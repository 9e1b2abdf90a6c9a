import type { Knex } from 'knex';

// Surface temperatures of one survey radiator (by its place in the survey), before or after the clean.
export async function up(knex: Knex): Promise<void> {
  await knex.schema.createTable('job_radiator_readings', (t) => {
    t.increments('id').primary();
    t.integer('firm_id').unsigned().notNullable().references('firms.id').onDelete('CASCADE');
    t.integer('job_id').unsigned().notNullable().references('jobs.id').onDelete('CASCADE');
    t.smallint('radiator_index').unsigned().notNullable();
    t.enum('phase', ['before', 'after']).notNullable();
    t.decimal('top_c', 4, 1).notNullable();
    t.decimal('bottom_c', 4, 1).notNullable();
    t.decimal('flow_c', 4, 1).nullable();
    t.decimal('return_c', 4, 1).nullable();
    t.decimal('room_c', 4, 1).nullable();
    t.integer('recorded_by_user_id').unsigned().notNullable().references('users.id');
    t.timestamp('recorded_at', { precision: 3 }).notNullable();
    t.unique(['firm_id', 'job_id', 'radiator_index', 'phase']);
  });
}

export async function down(knex: Knex): Promise<void> {
  await knex.schema.dropTable('job_radiator_readings');
}
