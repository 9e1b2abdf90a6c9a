import type { Knex } from 'knex';

// The order a site's radiators are flushed in (the furthest from the rig first), set once by the
// engineer and kept for the next visit: a JSON list of the radiators' rooms, in order.
export async function up(knex: Knex): Promise<void> {
  if (await knex.schema.hasColumn('sites', 'flush_order')) return;
  await knex.schema.alterTable('sites', (t) => {
    t.json('flush_order').nullable();
  });
}

export async function down(knex: Knex): Promise<void> {
  await knex.schema.alterTable('sites', (t) => {
    t.dropColumn('flush_order');
  });
}
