import type { Knex } from 'knex';

// The kit used on a visit, chosen from what the job's van held at the time.
export async function up(knex: Knex): Promise<void> {
  await knex.schema.createTable('job_kit_items', (t) => {
    t.increments('id').primary();
    t.integer('firm_id').unsigned().notNullable().references('firms.id').onDelete('CASCADE');
    t.integer('job_id').unsigned().notNullable().references('jobs.id').onDelete('CASCADE');
    t.integer('kit_item_id').unsigned().notNullable().references('kit_items.id');
    t.unique(['firm_id', 'job_id', 'kit_item_id']);
  });
}

export async function down(knex: Knex): Promise<void> {
  await knex.schema.dropTable('job_kit_items');
}
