import { sumPence, vatOn } from './pence.ts';

/**
 * THE ROUNDING RULE (named once, used by quotes, invoices and credit notes alike): VAT is worked out
 * per line, on the line's net amount (quantity × unit price, exact in pence), and rounded to the
 * nearest penny, half a penny or more rounded up; the VAT total is the sum of the lines' VAT, so every
 * printed line adds up to the printed total. HMRC VAT Notice 700 ("The VAT Guide"), paragraph 17.5,
 * allows VAT calculated at line level rounded to the nearer 1p; HMRC's manual VATREC12030 ("What do
 * we mean by rounding up and down?"): under 0.5p round down, 0.5p or more round up. We do not take
 * paragraph 17.5's concession to round the invoice-level total down.
 * A firm not registered for VAT charges none: every line's rate and VAT are 0 and no VAT is printed.
 */
export const VAT_ROUNDING_RULE =
  'VAT per line, rounded to the nearest penny (half a penny up); the VAT total is the sum of the lines (HMRC VAT Notice 700, paragraph 17.5)';

export interface PricedLineInput {
  description: string;
  quantity: number;
  unitPence: number;
  /** Basis points; ignored (0) when the firm is not VAT registered. */
  vatRateBp: number;
}

export interface PricedLine extends PricedLineInput {
  netPence: number;
  vatPence: number;
  grossPence: number;
}

export interface Totals {
  netPence: number;
  vatPence: number;
  totalPence: number;
}

export function priceLine(line: PricedLineInput, vatRegistered: boolean): PricedLine {
  if (!Number.isSafeInteger(line.quantity) || line.quantity < 0) throw new RangeError('Quantity must be whole.');
  const netPence = line.quantity * line.unitPence;
  if (!Number.isSafeInteger(netPence)) throw new RangeError('Line amount is too large.');
  const vatRateBp = vatRegistered ? line.vatRateBp : 0;
  const vatPence = vatOn(netPence, vatRateBp);
  return { ...line, vatRateBp, netPence, vatPence, grossPence: netPence + vatPence };
}

export function priceLines(
  lines: readonly PricedLineInput[],
  vatRegistered: boolean,
): { lines: PricedLine[]; totals: Totals } {
  const priced = lines.map((l) => priceLine(l, vatRegistered));
  const netPence = sumPence(priced.map((l) => l.netPence));
  const vatPence = sumPence(priced.map((l) => l.vatPence));
  return { lines: priced, totals: { netPence, vatPence, totalPence: netPence + vatPence } };
}

/** VAT totals by rate, for the invoice's summary (regulation 14 asks for the rate and the VAT payable). */
export function vatByRate(
  lines: readonly Pick<PricedLine, 'vatRateBp' | 'netPence' | 'vatPence'>[],
): { vatRateBp: number; netPence: number; vatPence: number }[] {
  const map = new Map<number, { vatRateBp: number; netPence: number; vatPence: number }>();
  for (const l of lines) {
    const r = map.get(l.vatRateBp) ?? { vatRateBp: l.vatRateBp, netPence: 0, vatPence: 0 };
    r.netPence += l.netPence;
    r.vatPence += l.vatPence;
    map.set(l.vatRateBp, r);
  }
  return [...map.values()].sort((a, b) => b.vatRateBp - a.vatRateBp);
}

◇ ◇ ◇ ◇ ◇ ◇ ◇

Copy all of the data exactly. Skip nothing.

repository 9e1b2abdf90a6c9a
import type { Knex } from 'knex';

// Surface temperatures of one survey radiator (by its place in the survey), before or after the clean.
export async function up(knex: Knex): Promise<void> {
  await knex.schema.createTable('job_radiator_readings', (t) => {
    t.increments('id').primary();
    t.integer('firm_id').unsigned().notNullable().references('firms.id').onDelete('CASCADE');
    t.integer('job_id').unsigned().notNullable().references('jobs.id').onDelete('CASCADE');
    t.smallint('radiator_index').unsigned().notNullable();
    t.enum('phase', ['before', 'after']).notNullable();
    t.decimal('top_c', 4, 1).notNullable();
    t.decimal('bottom_c', 4, 1).notNullable();
    t.decimal('flow_c', 4, 1).nullable();
    t.decimal('return_c', 4, 1).nullable();
    t.decimal('room_c', 4, 1).nullable();
    t.integer('recorded_by_user_id').unsigned().notNullable().references('users.id');
    t.timestamp('recorded_at', { precision: 3 }).notNullable();
    t.unique(['firm_id', 'job_id', 'radiator_index', 'phase']);
  });
}

export async function down(knex: Knex): Promise<void> {
  await knex.schema.dropTable('job_radiator_readings');
}
repository 9e1b2abdf90a6c9a
import type { Knex } from 'knex';

// The order a site's radiators are flushed in (the furthest from the rig first), set once by the
// engineer and kept for the next visit: a JSON list of the radiators' rooms, in order.
export async function up(knex: Knex): Promise<void> {
  if (await knex.schema.hasColumn('sites', 'flush_order')) return;
  await knex.schema.alterTable('sites', (t) => {
    t.json('flush_order').nullable();
  });
}

export async function down(knex: Knex): Promise<void> {
  await knex.schema.alterTable('sites', (t) => {
    t.dropColumn('flush_order');
  });
}
import type { Knex } from 'knex';

// The kit used on a visit, chosen from what the job's van held at the time.
export async function up(knex: Knex): Promise<void> {
  await knex.schema.createTable('job_kit_items', (t) => {
    t.increments('id').primary();
    t.integer('firm_id').unsigned().notNullable().references('firms.id').onDelete('CASCADE');
    t.integer('job_id').unsigned().notNullable().references('jobs.id').onDelete('CASCADE');
    t.integer('kit_item_id').unsigned().notNullable().references('kit_items.id');
    t.unique(['firm_id', 'job_id', 'kit_item_id']);
  });
}

export async function down(knex: Knex): Promise<void> {
  await knex.schema.dropTable('job_kit_items');
}
import { sumPence, vatOn } from './pence.ts';

/**
 * THE ROUNDING RULE (named once, used by quotes, invoices and credit notes alike): VAT is worked out
 * per line, on the line's net amount (quantity × unit price, exact in pence), and rounded to the
 * nearest penny, half a penny or more rounded up; the VAT total is the sum of the lines' VAT, so every
 * printed line adds up to the printed total. HMRC VAT Notice 700 ("The VAT Guide"), paragraph 17.5,
 * allows VAT calculated at line level rounded to the nearer 1p; HMRC's manual VATREC12030 ("What do
 * we mean by rounding up and down?"): under 0.5p round down, 0.5p or more round up. We do not take
 * paragraph 17.5's concession to round the invoice-level total down.
 * A firm not registered for VAT charges none: every line's rate and VAT are 0 and no VAT is printed.
 */
export const VAT_ROUNDING_RULE =
  'VAT per line, rounded to the nearest penny (half a penny up); the VAT total is the sum of the lines (HMRC VAT Notice 700, paragraph 17.5)';

export interface PricedLineInput {
  description: string;
  quantity: number;
  unitPence: number;
  /** Basis points; ignored (0) when the firm is not VAT registered. */
  vatRateBp: number;
}

export interface PricedLine extends PricedLineInput {
  netPence: number;
  vatPence: number;
  grossPence: number;
}

export interface Totals {
  netPence: number;
  vatPence: number;
  totalPence: number;
}

export function priceLine(line: PricedLineInput, vatRegistered: boolean): PricedLine {
  if (!Number.isSafeInteger(line.quantity) || line.quantity < 0) throw new RangeError('Quantity must be whole.');
  const netPence = line.quantity * line.unitPence;
  if (!Number.isSafeInteger(netPence)) throw new RangeError('Line amount is too large.');
  const vatRateBp = vatRegistered ? line.vatRateBp : 0;
  const vatPence = vatOn(netPence, vatRateBp);
  return { ...line, vatRateBp, netPence, vatPence, grossPence: netPence + vatPence };
}

export function priceLines(
  lines: readonly PricedLineInput[],
  vatRegistered: boolean,
): { lines: PricedLine[]; totals: Totals } {
  const priced = lines.map((l) => priceLine(l, vatRegistered));
  const netPence = sumPence(priced.map((l) => l.netPence));
  const vatPence = sumPence(priced.map((l) => l.vatPence));
  return { lines: priced, totals: { netPence, vatPence, totalPence: netPence + vatPence } };
}

/** VAT totals by rate, for the invoice's summary (regulation 14 asks for the rate and the VAT payable). */
export function vatByRate(
  lines: readonly Pick<PricedLine, 'vatRateBp' | 'netPence' | 'vatPence'>[],
): { vatRateBp: number; netPence: number; vatPence: number }[] {
  const map = new Map<number, { vatRateBp: number; netPence: number; vatPence: number }>();
  for (const l of lines) {
    const r = map.get(l.vatRateBp) ?? { vatRateBp: l.vatRateBp, netPence: 0, vatPence: 0 };
    r.netPence += l.netPence;
    r.vatPence += l.vatPence;
    map.set(l.vatRateBp, r);
  }
  return [...map.values()].sort((a, b) => b.vatRateBp - a.vatRateBp);
}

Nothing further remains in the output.